Headphones. 1. Buy good ones. 2. Use them. More politely, as someone who is fannish, you will have an eclectic, one might even say a unique, taste in music. Be careful how much you share with the people who live in adjoining apartments or houses.
Respect your roommate’s allergies and medication schedule. Again, as someone who is fannish, you have a higher than likely average chance of taking some medication or another on a regular basis, or that the sight of a strawberry will kill you dead. Ditto for your roommate. I once had a roommate with a medical condition that included getting extremely ill if she didn’t get a large amount of sleep. That meant no late-night gatherings at our place, and occasionally tromping upstairs to ask the people above us to pipe down at midnight. Fantopia comes with a high pharmacy bill and odd rules sometimes.

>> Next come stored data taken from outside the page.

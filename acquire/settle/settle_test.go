package settle

import (
	"fmt"
	"math"
	"testing"
	"time"

	"pgregory.net/rapid"

	"tenthmark/calc/decimal"
)

// film is a series of lines, written as a person would describe it.
type film struct {
	t        *testing.T
	detector *Detector
	now      time.Duration
	step     time.Duration
	taken    []string
	last     Settled
}

func newFilm(t *testing.T, change ...func(*Options)) *film {
	t.Helper()
	opt := DefaultOptions(0.0001, 0.0001)
	for _, c := range change {
		c(&opt)
	}
	d, err := New(opt)
	if err != nil {
		t.Fatal(err)
	}
	return &film{t: t, detector: d, step: 100 * time.Millisecond}
}

func (f *film) see(s Sample) *film {
	f.now += f.step
	s.Raw = fmt.Appendf(nil, "%s %v\r\n", s.MassG, f.now)
	if settled, ok := f.detector.Observe(f.now, s); ok {
		f.taken = append(f.taken, settled.MassG.String())
		f.last = settled
	}
	return f
}

// rest shows a value, marked stable, for so many seconds; digits are added in turn to
// its last place.
func (f *film) rest(seconds float64, mass string, digits ...int64) *film {
	return f.show(seconds, mass, true, digits...)
}

// moving shows a value without the mark of stability.
func (f *film) moving(seconds float64, mass string, digits ...int64) *film {
	return f.show(seconds, mass, false, digits...)
}

func (f *film) show(seconds float64, mass string, stable bool, digits ...int64) *film {
	m := decimal.MustParse(mass)
	for i := range int(math.Round(seconds / f.step.Seconds())) {
		n := m
		if len(digits) > 0 {
			n = decimal.New(m.Unscaled()+digits[i%len(digits)], m.Decimals())
		}
		f.see(Sample{MassG: n, Unit: "g", Stable: stable})
	}
	return f
}

// drift shows a value that runs evenly by so many digits a second.
func (f *film) drift(seconds float64, mass string, digitsS float64) *film {
	m := decimal.MustParse(mass)
	for i := range int(math.Round(seconds / f.step.Seconds())) {
		d := int64(math.Round(digitsS * float64(i) * f.step.Seconds()))
		f.see(Sample{MassG: decimal.New(m.Unscaled()+d, m.Decimals()), Unit: "g", Stable: true})
	}
	return f
}

func (f *film) kind(k Kind) *film     { return f.see(Sample{Kind: k}) }
func (f *film) pause(s float64) *film { f.now += time.Duration(s * float64(time.Second)); return f }

func (f *film) want(masses ...string) {
	f.t.Helper()
	if fmt.Sprint(f.taken) != fmt.Sprint(masses) {
		f.t.Errorf("taken %v, want %v", f.taken, masses)
	}
}

func TestWhatIsTaken(t *testing.T) {
	tests := []struct {
		name string
		play func(f *film)
		want []string
	}{
		{"a vessel is put on and taken off", func(f *film) {
			f.rest(3, "0.0000").moving(1, "30.0000").rest(3, "45.1234").moving(1, "20.0000").rest(3, "0.0001")
		}, []string{"0.0000", "45.1234", "0.0001"}},
		{"one load at rest is taken once, for hours", func(f *film) { f.rest(7200, "45.1234") }, []string{"45.1234"}},
		{"too short a rest is none", func(f *film) { f.rest(1.9, "45.1234").moving(1, "45.2000").rest(1.9, "46.0000") }, nil},
		{"the same vessel is taken off and put back", func(f *film) {
			f.rest(3, "45.1234").moving(1, "10.0000").rest(3, "45.1234")
		}, []string{"45.1234", "45.1234"}},
		{"it is put back before the empty pan came to rest", func(f *film) {
			f.rest(3, "45.1234").moving(0.6, "3.0000").rest(3, "45.1234")
		}, []string{"45.1234", "45.1234"}},
		{"a bumped table is no new load", func(f *film) {
			f.rest(3, "45.1234").moving(0.3, "46.9000").moving(0.1, "44.0000").moving(2, "45.1238").rest(5, "45.1234")
		}, []string{"45.1234"}},
		{"one drop is a new load", func(f *film) { f.rest(3, "45.1234").moving(0.8, "45.1500").rest(3, "45.1614") }, []string{"45.1234", "45.1614"}},
		{"drops that fall faster than the dwell are one load", func(f *film) {
			f.rest(3, "0.0000")
			for _, m := range []string{"9.80", "9.84", "9.88", "9.92", "9.96"} {
				f.moving(0.7, m+"00").rest(0.8, m+"31")
			}
			f.rest(3, "9.9631")
		}, []string{"0.0000", "9.9631"}},
		{"a display that flickers gives its middle", func(f *film) { f.rest(5, "45.1230", 4, 5, 4, 3, 4) }, []string{"45.1234"}},
		{"a unit that flickers never rests", func(f *film) {
			for range 60 {
				f.rest(0.7, "45.1234").moving(0.1, "45.1234")
			}
		}, nil},
		{"an evaporating vessel is taken once", func(f *film) { f.drift(600, "45.1234", -0.8) }, []string{"45.1233"}},
		{"a thin stream is not mistaken for drift for ever", func(f *film) { f.drift(300, "45.0000", 3).rest(3, "45.0900") }, []string{"45.0900"}},
		{"the tail of a filter waits", func(f *film) {
			for i := range 100 {
				f.rest(0.1, "45.0000", int64(math.Round(24*math.Exp(-float64(i)/20))))
			}
		}, []string{"45.0001"}},
		{"an overload is another load", func(f *film) {
			f.rest(3, "45.1234").kind(Beyond).rest(3, "45.1234")
		}, []string{"45.1234", "45.1234"}},
		{"damage starts the dwell anew", func(f *film) {
			for range 20 {
				f.rest(1.5, "45.1234").kind(Disturbed)
			}
		}, nil},
		{"damage does not re-arm", func(f *film) { f.rest(3, "45.1234").kind(Disturbed).rest(30, "45.1234") }, []string{"45.1234"}},
		{"a gap starts the dwell anew", func(f *film) {
			for range 20 {
				f.rest(1.5, "45.1234").pause(3)
			}
		}, nil},
		{"an outage over the same load does not re-arm", func(f *film) { f.rest(3, "45.1234").pause(600).rest(9, "45.1235") }, []string{"45.1234"}},
		{"an outage in which the load changed does", func(f *film) { f.rest(3, "45.1234").pause(600).rest(9, "55.1235") }, []string{"45.1234", "55.1235"}},
		{"a small tare after a dark display counts", func(f *film) {
			f.rest(3, "0.0041").kind(Blank).rest(3, "0.0000")
		}, []string{"0.0041", "0.0000"}},
		{"a dark display alone does not", func(f *film) { f.rest(3, "0.0041").kind(Blank).rest(30, "0.0042") }, []string{"0.0041"}},
		{"an absent number is no weight", func(f *film) {
			for range 100 {
				f.see(Sample{Stable: true})
			}
		}, nil},
		{"a decimal that comes and goes is one load", func(f *film) {
			f.rest(3, "45.1234").moving(1, "45.123").rest(3, "45.1234")
		}, []string{"45.1234"}},
	}
	for _, tt := range tests {
		t.Run(tt.name, func(t *testing.T) {
			f := newFilm(t)
			tt.play(f)
			f.want(tt.want...)
		})
	}
}

func TestSlowPrinterNeedsThreeLines(t *testing.T) {
	f := newFilm(t)
	f.step = 10 * time.Second
	f.rest(20, "45.1234").want()
	f.rest(20, "45.1234").want("45.1234")
}

func TestCommandedTareTakesItsZeroOnce(t *testing.T) {
	f := newFilm(t)
	f.rest(3, "0.0001")
	f.detector.Tared()
	f.rest(9, "0.0000").want("0.0001", "0.0000")
}

func TestPrintTakesEachPress(t *testing.T) {
	f := newFilm(t, func(o *Options) { o.Mode = Print })
	f.step = 2 * time.Second
	f.rest(6, "45.1234").moving(2, "46.0000").rest(2, "45.1235").want("45.1234", "45.1234", "45.1234", "45.1235")
}

func TestPrintNoticesAStream(t *testing.T) {
	f := newFilm(t, func(o *Options) { o.Mode = Print })
	f.rest(600, "45.1234")
	if len(f.taken) > handPresses || !f.detector.Streaming() {
		t.Errorf("%d weights taken from a stream, streaming %v", len(f.taken), f.detector.Streaming())
	}
	f.pause(10).rest(0.1, "45.1239")
	if f.taken[len(f.taken)-1] != "45.1239" || f.detector.Streaming() {
		t.Error("after the stream ended, a press was not taken")
	}
}

func TestWithoutMarkOfStability(t *testing.T) {
	f := newFilm(t, func(o *Options) { o.NoFlag = true })
	f.moving(2.9, "45.1234").want()
	f.moving(0.5, "45.1234").want("45.1234")
	f.moving(1, "30.0000").moving(4, "0.0000").want("45.1234", "0.0000")
}

func TestSettledTellsWhatItRestsOn(t *testing.T) {
	f := newFilm(t)
	f.moving(1, "44.0000").rest(5, "45.1234", 0, 1)
	s := f.last
	if s.Dwell.Length != 2*time.Second || s.Dwell.Lines != 21 || s.Dwell.Waiting != time.Second || s.Dwell.Beyond != 0 {
		t.Errorf("dwell %+v", s.Dwell)
	}
	if math.Abs(s.Dwell.NoiseG-0.00005) > 0.00001 || math.Abs(s.Dwell.SlopeGS) > 0.00002 {
		t.Errorf("noise %g g, slope %g g/s; want 0.00005 and about 0", s.Dwell.NoiseG, s.Dwell.SlopeGS)
	}
	if len(s.Trace) != 31 || s.Trace[0].Stable || !s.Trace[30].Stable {
		t.Errorf("trace of %d points", len(s.Trace))
	}
	if want := fmt.Sprintf("%s %v\r\n", s.MassG, s.At); string(s.Raw) != want {
		t.Errorf("raw %q, want %q", s.Raw, want)
	}
}

func TestSlopeOfADriftIsMeasured(t *testing.T) {
	f := newFilm(t)
	f.drift(10, "45.1234", -0.8)
	if got := f.last.Dwell.SlopeGS; math.Abs(got+0.00008) > 0.000015 {
		t.Errorf("slope %g g/s, want -0.00008 to a fifth", got)
	}
}

// Whatever comes: a taken weight is a line that was sent and marked stable, and two in
// a row are apart by more than the re-arm step or have something else between them.
func TestOnlySentStableLinesAreTaken(t *testing.T) {
	rapid.Check(t, func(rt *rapid.T) {
		d, err := New(DefaultOptions(0.0001, 0.0001))
		if err != nil {
			rt.Fatal(err)
		}
		sent := map[string]bool{}
		now := time.Duration(0)
		for range rapid.IntRange(1, 40).Draw(rt, "phases") {
			base := rapid.Int64Range(-1000, 2000000).Draw(rt, "mass")
			stable := rapid.Bool().Draw(rt, "stable")
			kind := rapid.SampledFrom([]Kind{Weight, Weight, Weight, Weight, Blank, Beyond, Disturbed}).Draw(rt, "kind")
			for range rapid.IntRange(1, 60).Draw(rt, "lines") {
				now += time.Duration(rapid.IntRange(0, 300).Draw(rt, "ms")) * time.Millisecond
				n := decimal.New(base+rapid.Int64Range(-1, 1).Draw(rt, "flicker"), 4)
				raw := fmt.Sprint(n, now)
				if stable && kind == Weight {
					sent[raw] = true
				}
				s, ok := d.Observe(now, Sample{Kind: kind, MassG: n, Stable: stable, Raw: []byte(raw)})
				if ok && !sent[string(s.Raw)] {
					rt.Fatalf("taken %q, which was never sent as stable", s.Raw)
				}
				if p := d.Progress(); p < 0 || p > 1 {
					rt.Fatalf("progress %g", p)
				}
			}
		}
	})
}

func TestOptionsAreChecked(t *testing.T) {
	for name, spoil := range map[string]func(*Options){
		"mode":    func(o *Options) { o.Mode = "guess" },
		"digit":   func(o *Options) { o.DigitG = 0 },
		"band":    func(o *Options) { o.BandG = o.DigitG / 2 },
		"re-arm":  func(o *Options) { o.ReArmG = o.BandG },
		"dwell":   func(o *Options) { o.Dwell = 0 },
		"lines":   func(o *Options) { o.MinLines = 1 },
		"drift":   func(o *Options) { o.DriftGS = math.NaN() },
		"NaN":     func(o *Options) { o.BandG = math.NaN() },
		"neg gap": func(o *Options) { o.Gap = -1 },
	} {
		opt := DefaultOptions(0.0001, 0.0001)
		spoil(&opt)
		if _, err := New(opt); err == nil {
			t.Errorf("%s: no error", name)
		}
	}
}

func TestDefaultsFitEveryBalance(t *testing.T) {
	for _, d := range []float64{1e-6, 1e-5, 1e-4, 1e-3, 1e-2, 0.1, 1} {
		for _, r := range []float64{0.2, 1, 5} {
			opt := DefaultOptions(d, d*r)
			if err := opt.Check(); err != nil {
				t.Errorf("readability %g g, repeatability %g g: %v", d, d*r, err)
			}
		}
	}
}

func BenchmarkObserve(b *testing.B) {
	for _, state := range []string{"waiting", "taken"} {
		b.Run("state="+state, func(b *testing.B) {
			d, err := New(DefaultOptions(0.0001, 0.0001))
			if err != nil {
				b.Fatal(err)
			}
			s := Sample{MassG: decimal.MustParse("45.1234"), Unit: "g", Stable: true, Raw: []byte("N     +  45.1234 g  \r\n")}
			now := time.Duration(0)
			for range 100 {
				now += 50 * time.Millisecond
				d.Observe(now, s)
			}
			d.arm.armed = state == "waiting"
			b.ReportAllocs()
			for b.Loop() {
				now += 50 * time.Millisecond
				if state == "waiting" {
					s.Stable = !s.Stable
				}
				d.Observe(now, s)
			}
		})
	}
}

Fantopia seems like a lot of work, I know. You’d think it’s the ideal, and in some ways it really is: better to live with someone who understands the importance of defending your choices in narrative structure than with someone who thinks quoting the William Shatner “Get a life” skit from SNL is the height of humor. It just takes some forethought to get right, and getting it right is worth it. You preserve friendships, you build your fannish cred, and most importantly, you don’t become “Oh … THAT fan …”
But I mean it about cleaning the litterbox.